Exchange using either "Request First" or "Deposit First" methods.
Points required for any given resort never change.
Better control of where/when you will be charged housekeeping, TOT or other fees.


----------



## Bill4728 (Aug 13, 2009)

RCI points and Worldmark can't be compared.

With RCI points, you use your TS and the points it generates to make *RCI TRADES*

With Worldmark, you use your points to make *reservations* at any of the WM resorts. 

IMHO, a system which allows you to make reservation, vs  a system which you must make trades isn't a comparison at all.


----------



## mrsmusic (Aug 18, 2009)

*I use both.*

I have an RCI points resort (not WMtC) and I own at WMtC.  I use them for different things.  

If you are trying to get into the resorts that WMtC has in its reservations inventory, you will have to have WMtC, as you will not see many of them available for RCI points for trading into.  If you are wanting to use WMtC for trading into other timeshares, you use the RCI weeks system (unless you own the developer-sold extra called Travelshare.)  There are different inventories in each system.  

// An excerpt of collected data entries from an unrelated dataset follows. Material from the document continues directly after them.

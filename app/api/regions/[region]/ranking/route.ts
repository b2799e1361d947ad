import { longAnswer } from '@/app/api/_http/long-answer';
import { basisOf, narrowingOf, readParameters } from '@/app/api/_http/parameters';
import { provenanceOf, regionOf } from '@/app/api/_http/region';
import { route } from '@/app/api/_http/route';
import { tableAnswer } from '@/app/api/_http/table';
import { rankingMetadata } from '@/lib/export/ranking-metadata';
import { rankingProduct } from '@/lib/export/ranking-product';
import { certaintyKey, certaintyOf } from '@/lib/jobs/certainty';
import { rankingOf } from '@/lib/jobs/ranking';
import { type SureRanking, withCertainty } from '@/lib/region/sure-rows';
import { rankingParameters } from './parameters';

/** The stations in order of trend in annual minima, with how sure each place is. */
export const GET = route<{ region: string }>(async (request, params) => {
  const { format, spans, k, ...narrow } = readParameters(request, rankingParameters, { withBasis: true });
  const region = await regionOf(params);
  const ranked = await rankingOf(region, basisOf(request, region));
  const { ranking, key } = ranked;
  const from = await provenanceOf(region, ranking.basis, ranking.warnings);
  const narrowing = narrowingOf(narrow);
  const file = `${region.slug}-ranking.csv`;
  const answer = (sure: SureRanking) =>
    tableAnswer(request, {
      key,
      format,
      narrowing,
      file,
      product: (as) => rankingProduct(as, sure, from, narrowing),
      metadata: () => rankingMetadata(from, file),
    });
  if (spans === 'none' || format === 'metadata') return answer(ranking);
  return longAnswer(
    {
      kind: 'certainty',
      regionId: region.id,
      key: certaintyKey(key),
      stations: ranking.counts.ranked + ranking.counts.drying,
      // a table is wanted whole: there is no other answer that a program could begin with
      wait: true,
      compute: (context) => certaintyOf(ranked, context),
    },
    (certainty) => answer(withCertainty(ranking, certainty, k)),
  );
});
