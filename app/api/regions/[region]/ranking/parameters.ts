import * as z from 'zod';
import { tableParameters } from '@/app/api/_http/table';
import { steepestParameter } from '../certainty/parameters';

export const rankingParameters = {
  ...tableParameters,
  ...steepestParameter,
  spans: z
    .enum(['90', 'none'])
    .default('90')
    .describe(
      '90: with the 90 % interval of each place, the chance of being among the k steepest and the detectable trend, which takes seconds in a large region; none: without',
    ),
};
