import { describe, expect, test } from 'vitest';
import { dayNumber } from '../../../lib/calendar/day.ts';
import { daysOf, read, refusal } from './reading.ts';

test('readFlows reads thousands as a mapping says, also behind “<”, and rejects what is not grouped by three', async () => {
  const text =
    'date;flow_m3s\n2001-01-01;1.234,5\n2001-01-02;<2.000\n2001-01-03;12,5\n2001-01-04;1.23,4\n2001-01-05;-1.234\n';
  const { days, rejected } = await read(text, { mapping: { decimal: ',', thousands: '.' } });
  expect(days).toEqual({
    '2001-01-01': [1234.5, ''],
    '2001-01-02': [2000, '<'],
    '2001-01-03': [12.5, ''],
    '2001-01-05': [-1234, ''],
  });
  expect(rejected.map(({ row }) => row)).toEqual([5]);
});

test('readFlows takes negative flows as written, with a warning', async () => {
  const { days, report } = await read('date,flow_m3s\n2001-01-01,-12.5\n2001-01-02,3\n2001-01-03,-0.25\n');
  expect(Object.values(days).map(([value]) => value)).toEqual([-12.5, 3, -0.25]);
  expect(report.warnings).toEqual([expect.stringMatching(/^2 values are negative.*as written/)]);
});

describe('future dates', () => {
  const text = 'date,flow_m3s\n2001-01-01,1\n2001-01-03,2\n2001-01-02,3\n2001-01-04,\n';
  test.each([
    [dayNumber(2001, 1, 1), /^2 values lie in the future, the first in row 3 \(2001-01-03\); they were kept/],
    [dayNumber(2001, 1, 2), /^1 value lies in the future, the first in row 3/],
  ])('readFlows counts values behind day %d and keeps them', async (today, warning) => {
    const { report, days } = await read(text, { today });
    expect(report.warnings).toEqual([expect.stringMatching(warning)]);
    expect(Object.keys(days)).toHaveLength(4);
  });

  test('readFlows says nothing of today, of days without a value, and of the past by the clock', async () => {
    expect((await read(text, { today: dayNumber(2001, 1, 3) })).report.warnings).toEqual([]);
    expect((await read(text)).report.warnings).toEqual([]);
    expect((await read('date,flow_m3s\n2150-01-01,1\n2150-01-02,1\n')).report.warnings).toEqual([
      expect.stringMatching(/^2 values lie in the future/),
    ]);
  });
});

describe('further quantities of one file', () => {
  const text =
    'station,date,flow_cfs,stage,flag\nA,2001-01-01,5,1.25,e\nA,2001-01-02,6,-0.5,\nB,2001-01-01,7,high,A\nB,2001-01-02,x,2,A\n';

  test('readFlows reads each that the mapping asks for, with flags and units of its own', async () => {
    const also = [{ quantity: 'stage' as const, unit: 'ft' as const, value: { column: 'stage' }, flag: null }];
    const { report, parts } = await read(text, { mapping: { value: { column: 2 }, also } });
    expect(parts.map(({ code, quantity, unit }) => [code, quantity, unit])).toEqual([
      ['A', undefined, 'ft3/s'],
      ['B', undefined, 'ft3/s'],
      ['A', 'stage', 'ft'],
      ['B', 'stage', 'ft'],
    ]);
    expect(daysOf(parts[0])).toEqual({ '2001-01-01': [5, 'e'], '2001-01-02': [6, ''] });
    expect(daysOf(parts[2])).toEqual({ '2001-01-01': [1.25, ''], '2001-01-02': [-0.5, ''] });
    expect(report).toMatchObject({ rows: 4, accepted: 3, rejectedTotal: 1, unit: 'ft3/s' });
    expect(report.stations.map(({ code, quantity, values }) => [code, quantity, values])).toEqual([
      ['A', undefined, 2],
      ['B', undefined, 1],
      ['A', 'stage', 2],
      ['B', 'stage', 1],
    ]);
    // The level below the gauge's zero is nothing to warn of; the one that cannot be read is.
    expect(report.warnings).toEqual([
      expect.stringMatching(/^Of stage: 1 rows cannot be read, the first of them row 4: /),
    ]);
  });

  test('readFlows reads quantities that a column tells apart', async () => {
    const rows =
      'station,date,param,value\nA,2001-01-01,Q,5\nA,2001-01-01,W,120\nA,2001-01-02,Q,6\nA,2001-01-02,W,121\n';
    const { parts } = await read(rows, {
      mapping: {
        ...{ unit: 'L/s', where: { column: 'param', equals: 'Q' } },
        also: [{ quantity: 'stage', unit: 'cm', value: { column: 'value' }, where: { column: 'param', equals: 'W' } }],
      },
    });
    expect(parts.map(({ quantity = 'flow', values }) => [quantity, ...values])).toEqual([
      ['flow', 5, 6],
      ['stage', 120, 121],
    ]);
  });

  test('readFlows takes a file of another quantity alone', async () => {
    const { report, parts } = await read('station,date,rain\nA,2001-01-01,5\nA,2001-01-02,0\n', {
      mapping: { quantity: 'rainfall', unit: 'mm', value: { column: 'rain' } },
    });
    expect(parts[0]).toMatchObject({ quantity: 'rainfall', unit: 'mm' });
    expect(report.stations[0]).toMatchObject({ quantity: 'rainfall', zeros: 1, max: 5 });
  });

  test('readFlows refuses a unit that is none of the quantity’s', async () => {
    const { problem } = await refusal('date,flow\n2001-01-01,5\n', { unit: 'mm' });
    expect(problem).toMatchObject({ value: 'mm', needs: 'unit', message: 'this is no unit of flow' });
    const { parts } = await read('date,rain\n2001-01-01,5\n', {
      ...{ unit: 'mm', mapping: { quantity: 'rainfall', value: { column: 1 } } },
    });
    expect(parts[0]).toMatchObject({ quantity: 'rainfall', unit: 'mm' });
  });

  test('readFlows refuses the file when a further quantity contradicts itself', async () => {
    const twice = `${text}A,2001-01-01,5,9,e\n`;
    const also = [{ quantity: 'stage' as const, unit: 'ft' as const, value: { column: 'stage' } }];
    const { problem } = await refusal(twice, { mapping: { value: { column: 2 }, also } });
    expect(problem.message).toMatch(/two unlike values for 2001-01-01: 1.25 in row 2 and 9 in row 6/);
  });
});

You mention that you live on the west coast.  If you are wanting to get into primarily WMtC resorts, you should have a WMtC ownership.  You can usually get into Eagle Crest in Redmond, Oregon, using RCI points or RCI weeks, and there are other units of WorldMark that get deposited by members occasionally and are available in RCI weeks or RCI points inventory, but it is by no means a sure way to get into those resorts.

What are you trying to accomplish?


----------



## ecwinch (Aug 18, 2009)

*Bonus Time/IS/Flexability*

I do not own RCI points, so cannot give you an accurate comparison on the two programs. 

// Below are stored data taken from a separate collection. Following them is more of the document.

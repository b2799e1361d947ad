import { expect, test } from 'vitest';
import { readLayer } from '../../../lib/intake/read-layer.ts';
import { IntakeError, type LayerFile } from '../../../lib/intake/types.ts';
import { withFile } from './reading.ts';

const read = (content: unknown): Promise<LayerFile> =>
  withFile(typeof content === 'string' ? content : JSON.stringify(content), (path) =>
    readLayer(path, 'rivers.geojson'),
  );

const feature = (type: string, coordinates: unknown) => ({
  type: 'Feature',
  properties: {},
  geometry: { type, coordinates },
});
const layer = (...features: unknown[]) => ({ type: 'FeatureCollection', features });
const line = feature('LineString', [
  [-68.5, 47.25],
  [-68, 48],
]);
const ring = [
  [10, 45],
  [11, 45],
  [11, 46],
  [10, 45],
];

test('readLayer takes lines for rivers, polygons for catchments, a mixture for neither', async () => {
  const rivers = await read(
    layer(
      line,
      feature('MultiLineString', [
        [
          [1, 2],
          [3, 4],
        ],
      ]),
    ),
  );
  expect(rivers).toMatchObject({ name: 'rivers', kind: 'river', features: 2, bounds: [-68.5, 2, 3, 48], warnings: [] });
  expect(JSON.parse(rivers.geojson)).toEqual(
    layer(
      line,
      feature('MultiLineString', [
        [
          [1, 2],
          [3, 4],
        ],
      ]),
    ),
  );
  expect((await read(layer(feature('Polygon', [ring])))).kind).toBe('catchment');
  expect((await read(layer(feature('MultiPolygon', [[ring]]), line))).kind).toBe('other');
});

test('readLayer makes a collection of a single Feature, and counts features without a shape', async () => {
  expect(JSON.parse((await read(line)).geojson)).toEqual(layer(line));
  const { warnings } = await read(layer(line, { type: 'Feature', properties: {}, geometry: null }));
  expect(warnings).toEqual(['1 features have no shape and are not drawn.']);
});

test.each([
  ['an empty file', '', /empty/],
  ['text that is no JSON', 'id,name\n', /not valid JSON/],
  ['JSON that was cut', JSON.stringify(layer(line)).slice(0, -20), /cut|not valid JSON/],
  ['JSON of another kind', { type: 'Topology' }, /not a GeoJSON FeatureCollection/],
  ['a list', [1], /not a GeoJSON FeatureCollection/],
  ['no features', layer(), /no features/],
  ['only features without a shape', layer({ type: 'Feature', geometry: null }), /none of its features has a shape/],
  ['points', layer(line, feature('Point', [1, 2])), /feature 2 is neither a line nor a polygon/],
  ['something that is no feature', layer(7), /feature 1 is not a GeoJSON Feature/],
  [
    'projected coordinates',
    layer(feature('LineString', [[512345, 5212345]])),
    /feature 1 has a position that is no longitude/,
  ],
  ['latitude first, beyond 90', layer(feature('LineString', [[47, -168]])), /feature 1 has a position/],
  ['positions that are none', layer(feature('LineString', [['a', 'b']])), /feature 1 has a position/],
  ['lists nested too little', layer(feature('Polygon', [[1, 2]])), /feature 1 has no list of positions/],
])('readLayer refuses %s', async (_, content, message) => {
  const outcome = await read(content).catch((error: unknown) => error);
  expect(outcome).toBeInstanceOf(IntakeError);
  expect((outcome as IntakeError).problem.message).toMatch(message);
  expect((outcome as IntakeError).message).toMatch(/^rivers\.geojson/);
  expect((outcome as IntakeError).problem.remedy.length).toBeGreaterThan(10);
});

I but I will tell you that WorldMark is the most flexible timeshare program I have ever seen. Being on the West Coast I think it is a no-brainer. I live in Texas and it is a non-brainer for me.

First off WorldMark offers a variety of options to extend your vacation opportunities without increasing the size of membership. Things like Bonus Time, Inventory Specials, Credit Rentals, and FAX time. These are all techniques that allow someone with even the smallest WorldMark membership to get a lot of vacation opportunities at a very reasonable cost. 

Second, you have members access to the largest network of resorts on the West Coast at some very desirable locations. Some of the WorldMark resorts rarely show up in the exchange networks (II/RCI), except for off-season weeks. Places like summer Pacific coast, San Francisco, Seattle, West Yellowstone, and Lake Tahoe. If you really like to vacation on the West Coast, then WorldMark has an unparallelled bargain.


----------